**Material for this exercise:**
○ ○ ○ ○ ○ ○ ○

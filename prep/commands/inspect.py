"""``headprep inspect``: read an electrode file and report what is in it."""
from __future__ import annotations

import argparse
from collections import Counter
from typing import Any

import numpy as np

from ..console import exit_status, format_findings
from ..model import Finding, Sensors
from ..checks import run_checks
from ..readers import read_sensors

HELP = "read an electrode file and report what is in it"
DESCRIPTION = """Read an electrode file and report: the reader used, the length unit (declared,
given or assumed), counts by kind, the fiducials, the size of the head in mm, and
the findings of every sensor check. Exit 1 if a finding is a failure, 2 if the
file cannot be read."""


def add_arguments(parser: argparse.ArgumentParser) -> None:
    parser.add_argument("file", metavar="FILE", help="electrode file")
    parser.add_argument("--reader", metavar="NAME", help="use this sensor reader instead of choosing by file name")
    parser.add_argument("--units", metavar="UNIT", help="the file's length unit (m, cm, mm), overriding the file")
    parser.add_argument("--json", action="store_true", help="print one JSON document on stdout")


def head_size_mm(sensors: Sensors) -> dict[str, float | None]:
    """Inter-preauricular distance, nasion-to-ear-midpoint distance and electrode extent, mm."""
    f = sensors.fiducials
    ipa = float(np.linalg.norm(f["rpa"] - f["lpa"])) * 1e3 if "lpa" in f and "rpa" in f else None
    nas = (float(np.linalg.norm(f["nasion"] - (f["rpa"] + f["lpa"]) / 2)) * 1e3
           if ipa is not None and "nasion" in f else None)
    pts = sensors.positions[sensors.eeg_mask]
    pts = pts[np.all(np.isfinite(pts), axis=1)]
    extent = (pts.max(axis=0) - pts.min(axis=0)) * 1e3 if len(pts) else None
    return {"inter_preauricular_mm": ipa, "nasion_to_ear_axis_mm": nas,
            "extent_mm": None if extent is None else [float(v) for v in extent]}


def describe(sensors: Sensors, findings: list[Finding]) -> dict[str, Any]:
    """The JSON document of ``inspect``."""
    kinds = Counter(sensors.kinds)
    prov = sensors.provenance
    return {
        "file": prov.file, "reader": prov.reader, "sha256": prov.sha256, "frame": sensors.frame,
        "units": {"unit": prov.unit, "source": prov.unit_source},
        "counts": {**{k: kinds[k] for k in sorted(kinds)}, "fiducials": len(sensors.fiducials),
                   "headshape": int(len(sensors.headshape)), "channels": len(sensors)},
        "fiducials_mm": {k: [float(x) * 1e3 for x in v] for k, v in sensors.fiducials.items()},
        "head_size": head_size_mm(sensors),
        "labels": list(sensors.labels),
        "renamed": {o: n for o, n in zip(sensors.original_labels, sensors.labels) if o != n},
        "provenance": prov.to_dict(),
        "findings": [f.to_dict() for f in findings],
    }


def _human(doc: dict[str, Any], findings: list[Finding]) -> str:
    u = doc["units"]
    lines = [f"{doc['file']}  (reader '{doc['reader']}', frame {doc['frame']})",
             f"  units: {u['unit']} ({u['source']})",
             "  counts: " + ", ".join(f"{k} {v}" for k, v in doc["counts"].items())]
    for name, pos in doc["fiducials_mm"].items():
        lines.append(f"  {name:7} " + "  ".join(f"{v:8.1f}" for v in pos) + "  mm")
    hs = doc["head_size"]
    if hs["inter_preauricular_mm"] is not None:
        lines.append(f"  inter-preauricular distance: {hs['inter_preauricular_mm']:.1f} mm")
    if hs["extent_mm"] is not None:
        lines.append("  electrode extent: " + " x ".join(f"{v:.0f}" for v in hs["extent_mm"]) + " mm")
    if doc["renamed"]:
        lines.append("  renamed: " + ", ".join(f"{o} -> {n}" for o, n in doc["renamed"].items()))
    lines.append(format_findings(findings) if findings else "  no findings")
    return "\n".join(lines)


def run(args: argparse.Namespace, ctx) -> int:  # noqa: ANN001
    sensors = read_sensors(ctx.registry, args.file, reader=args.reader, units=args.units)
    findings = list(sensors.findings) + list(run_checks(ctx.registry, "sensors", sensors=sensors).findings)
    doc = describe(sensors, findings)
    ctx.emit(doc, lambda: _human(doc, findings))
    return exit_status(findings)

○ ○ ○ ○ ○ ○ ○

**What is being asked:**
Note which lines carry the word "argparse" in the material, then copy each of them.

**Problem solution:**
import argparse
def add_arguments(parser: argparse.ArgumentParser) -> None:
def run(args: argparse.Namespace, ctx) -> int:  # noqa: ANN001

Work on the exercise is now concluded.